I can see why. This thing is _awesome_! I can do _everything_ in terms of
browsing the web with the pen alone. The handwriting recognition is
phenomenal. Also, with the pressure sensitive pen, it's like I have a portable
mini Wacom Cintiq, which I plan on using to delve into art and drawing.

The Windows Journal program even seems to be an attempt to implement the
"Digital Moleskine" functionality:
<http://www.rohdesign.com/weblog/archives/001600.html>

I just love this thing! The design is of the same rounded corners philosophy
of the white iBook, but in grey. It feels wonderful.
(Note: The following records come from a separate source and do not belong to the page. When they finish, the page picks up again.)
import { isHttpError, isRedirect } from '@sveltejs/kit';
import { eq } from 'drizzle-orm';
import { describe, expect, it } from 'vitest';
import type { SessionUser } from '$lib/server/auth/lucia';
import type { Role } from '$lib/roles';
import { auditLog, organisationSettings, outbox, users } from '$lib/server/db/schema';
import { TEMPLATE_NAMES } from '$lib/server/mail/templates';
import { actions, load } from '../../src/routes/staff/mail/templates/+page.server';
import { useTestDatabase } from '../setup/test-db';

process.env.MAIL_WORKER = 'off';
const db = useTestDatabase();

function event(path: string, user: SessionUser | null, form?: Record<string, string>) {
	const url = new URL(`http://localhost${path}`);
	let body: FormData | undefined;
	if (form) {
		body = new FormData();
		for (const [key, value] of Object.entries(form)) body.set(key, value);
	}
	return {
		request: new Request(url, { method: form ? 'POST' : 'GET', body }),
		url,
		locals: { user, session: null, requestId: 'test' },
		params: {},
		cookies: { get: () => undefined, set: () => {}, delete: () => {} },
		getClientAddress: () => '127.0.0.1'
	} as never;
}

async function person(roles: Role[]): Promise<SessionUser> {
	const id = crypto.randomUUID();
	const email = `${id.slice(0, 8)}@tideward.test`;
	await db().insert(users).values({ id, email, name: 'Noor Kelp' });
	return { id, email, name: 'Noor Kelp', roles };
}

const thrown = (run: () => unknown) =>
	Promise.resolve()
		.then(run)
		.then(
			() => null,
			(e: unknown) => e
		);

interface PreviewData {
	me: string;
	templates: { name: string; subject: string }[];
	selected: {
		name: string;
		subject: string;
		html: string;
		text: string;
		variables: string[];
	} | null;
}

describe('e-mail template previews', () => {
	it('an admin sees every template filled with demo values', async () => {
		await db()
			.insert(organisationSettings)
			.values({
				id: 1,
				displayName: 'Saltmarsh Turtle Hospital',
				legalName: 'Saltmarsh Turtle Hospital, Inc.',
				postalAddress: '4 Heron Lane\nPort Example, EX 00000'
			})
			.onConflictDoUpdate({
				target: organisationSettings.id,
				set: {
					displayName: 'Saltmarsh Turtle Hospital',
					postalAddress: '4 Heron Lane\nPort Example, EX 00000'
				}
			});
		const admin = await person(['admin']);

		const list = (await load(event('/staff/mail/templates', admin))) as PreviewData;
		expect(list.selected).toBeNull();
		expect(list.templates.map((t) => t.name)).toEqual(TEMPLATE_NAMES);
		for (const t of list.templates) expect(t.subject.trim()).not.toBe('');

		for (const name of TEMPLATE_NAMES) {
			const data = (await load(
				event(`/staff/mail/templates?template=${name}`, admin)
			)) as PreviewData;
			expect(data.selected?.name).toBe(name);
			expect(data.selected?.subject.trim()).not.toBe('');
			expect(data.selected?.html).toMatch(/^<!doctype html>/i);
			expect(data.selected?.html).toContain('4 Heron Lane<br />Port Example, EX 00000');
			expect(data.selected?.text).toContain('Saltmarsh Turtle Hospital\n4 Heron Lane');
			expect(data.selected?.html).not.toMatch(/\{\{|\}\}/);
		}

		const updates = (await load(
			event('/staff/mail/templates?template=waypoint-update', admin)
		)) as PreviewData;
		expect(updates.selected?.subject).toBe('Perla has travelled 1,500 km (932 mi)');
		expect(updates.selected?.text).toMatch(/Unsubscribe from these updates: http:\/\//);

		expect(await db().select().from(outbox)).toEqual([]);
	});

	it('answers 404 for a template that does not exist', async () => {
		const admin = await person(['admin']);
		const error = await thrown(() =>
			load(event('/staff/mail/templates?template=..%2Fsecrets', admin))
		);
		expect(isHttpError(error, 404)).toBe(true);
	});

	it('refuses anyone but an admin, and queues nothing for them', async () => {
		for (const roles of [['educator'], ['supporter'], ['development', 'tracker']] as Role[][]) {
			const someone = await person(roles);
			for (const attempt of [
				() => load(event('/staff/mail/templates', someone)),
				() => load(event('/staff/mail/templates?template=field-note', someone)),
				() =>
					actions.sendTest(
						event('/staff/mail/templates?/sendTest', someone, { template: 'field-note' })
					)
			]) {
				expect(isHttpError(await thrown(attempt), 403)).toBe(true);
			}
			expect(await db().select().from(outbox).where(eq(outbox.toAddress, someone.email))).toEqual(
				[]
			);
		}
		expect(isRedirect(await thrown(() => load(event('/staff/mail/templates', null))))).toBe(true);
		const visitor = await thrown(() =>
			actions.sendTest(event('/staff/mail/templates?/sendTest', null, { template: 'field-note' }))
		);
		expect(isHttpError(visitor, 401)).toBe(true);
		expect(await db().select().from(outbox)).toEqual([]);
	});

	it('"send me a test" queues exactly one message to the admin, once per click', async () => {
		const admin = await person(['admin']);
		const result = await actions.sendTest(
			event('/staff/mail/templates?/sendTest', admin, { template: 'homecoming-update' })
		);
		expect(result).toEqual({ sentTo: admin.email, template: 'homecoming-update' });

		const queued = await db().select().from(outbox).where(eq(outbox.toAddress, admin.email));
		expect(queued).toHaveLength(1);
		expect(queued[0]).toMatchObject({ status: 'pending', category: 'transactional' });
		expect(queued[0].subject).toBe('Perla is back in the sea');
		expect(queued[0].text).toContain('Unsubscribe from these updates: http');
		expect(queued[0].html).toContain('alt="Perla, an olive ridley sea turtle"');
		expect(await db().select().from(outbox)).toHaveLength(1);

		const [entry] = await db().select().from(auditLog).where(eq(auditLog.actorId, admin.id));
		expect(entry).toMatchObject({
			action: 'mail.template_test_sent',
			details: { template: 'homecoming-update' }
		});

		await actions.sendTest(
			event('/staff/mail/templates?/sendTest', admin, { template: 'homecoming-update' })
		);
		expect(await db().select().from(outbox).where(eq(outbox.toAddress, admin.email))).toHaveLength(
			2
		);
	});

	it('rejects an unknown template with a message and queues nothing', async () => {
		const admin = await person(['admin']);
		const result = await actions.sendTest(
			event('/staff/mail/templates?/sendTest', admin, { template: 'not-a-template' })
		);
		expect(result).toMatchObject({
			status: 400,
			data: { errors: { template: 'Choose one of the e-mail templates.' } }
		});
		expect(await db().select().from(outbox).where(eq(outbox.toAddress, admin.email))).toEqual([]);
	});
});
I wonder why more of
these things weren't sold?

Implement something like this, but with a few updates and better integration,
and it would be _killer_. For one thing, incorporate GPS and location
services. Integrate that into the media player, so you can do searches like:
"What was I listening to the last time I was sketching at my favorite
coffeehouse?" Or, in a more serious vein, how about, "Give me the notes I made
the 1st night of WWDC?"

I also plan on downloading the Kindle PC program for this thing.

------
jsz0
My biggest wishlist item for the tablet is strong desktop Mac integration.
I'll probably buy one either way but being able to use it in conjunction with
my Mac would add a lot of value. It could be used as a auxiliary display,
input device, and have strong software integration. For example, when it's
docked it constantly keeps track of which tabs I have open in Safari so I can
just undock it and have the same tabs open in Mobile Safari.

------
jcnnghm
I'd love to see a hardware keyboard. It's a chore typing on the iPhone screen.
In particular, I think you could mount a keyboard on the back of the device,
so that half the keyboard was on each side with T, G & B being the top keys on
the left side, and Y, H, & N being the top keys on the right side. If the keys
were touch sensitive, a transparent soft-keyboard could be displayed on the
front of the device showing your finger positions. That should make it easy to
adjust and allow you to touch type while giving you visual confirmation of
your keypresses.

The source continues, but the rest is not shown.